El cardenal Crescenzio Sepe, prefecto de la Congregación para la Evangelización de los Pueblos, durante la homilía de la misa de consagración, el sábado pasado, reconoció: «Después de los años oscuros de la persecución, la comunidad católica de Rrëshen ha encontrado, finalmente, un lugar en el que celebrar los santos misterios que manifiestan los momentos más intensos de la vida cristiana».

Estaban presentes en la consagración de la catedral, dedicada a «Jesús, único Salvador del mundo», todos los obispos y los administradores apostólicos de Albania, los obispos de Kosovo y de Montenegro y algunos representantes de los obispos y de Cáritas diocesana de Italia que han contribuido a la construcción del templo, informa la Agencia misionera Fides.

«La nueva catedral es un signo de reactivación de la fe que cancela «el Día de la Vergüenza», explicó monseñor Cristóforo Palmieri, administrador apostólico de Rrëshen.

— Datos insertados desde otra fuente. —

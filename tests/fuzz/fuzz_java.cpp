// SPDX-License-Identifier: MIT
// libFuzzer target for the Java front end: any bytes as a .java file, through tree-sitter and the
// lexical cross-check, and through the lexical path alone. Any input must measure without a crash
// and keep the promises checked in java_check.hpp.
#include "java_check.hpp"

#include <cstdio>
#include <cstdlib>

extern "C" int LLVMFuzzerTestOneInput(const std::uint8_t* data, std::size_t size) {
    const std::string broken = tollgate::fuzz::check_java_input(data, size);
    if (!broken.empty()) {
        std::fprintf(stderr, "fuzz_java: %s\n", broken.c_str());
        std::abort();
    }
    return 0;
}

La consagración del nuevo templo representa un signo de esperanza para una Iglesia que, perseguida durante mucho tiempo, reemprendió su propia actividad hace poco más de una década.

«Me alegra encontrarme aquí, acompañado por vuestro pastor, monseñor Cristoforo Palmieri, para consagrar esta nueva catedral de Rrëshen, dijo el cardenal Sepe, presente en Albania del 8 al 12 de noviembre.

«Aquí daremos hospitalidad al Señor –continuó– y aprenderemos, también, a reconocernos hermanos, y a construir, día tras día, una viva y fecunda comunidad de fe. Os traigo, con particular satisfacción, en esta especial circunstancia, el abrazo y la bendición del Santo Padre».

La liturgia de la consagración, explicó el cardenal Sepe, «ayuda a reflexionar sobre los valores de la fe cristiana. Consagrar significa privarse de algo importante para dárselo a Dios».

Profundizando en este punto, el purpurado recalcó que la consagración se refiere no tanto a las cosas «como a nuestras personas de creyentes y a nuestro deseo de pertenecer a Dios».

«En este lugar y en este momento –constató– tiene lugar una especie de matrimonio entre Dios y la comunidad de Rrëshen. Como hicieron nuestros padres en la fe, hoy consagramos todo y a todos a Dios: nuestra vida, nuestros niños, los jóvenes, las familias, los ancianos, el pasado, el presente, el futuro».

Para finalizar, el cardenal Sepe indicó a los fieles la meta de la santidad, «compromiso cotidiano de todos los bautizados» e invitó a los esposos a permanecer fieles a los compromisos del matrimonio cristiano, educando a sus hijos con el testimonio y con la palabra.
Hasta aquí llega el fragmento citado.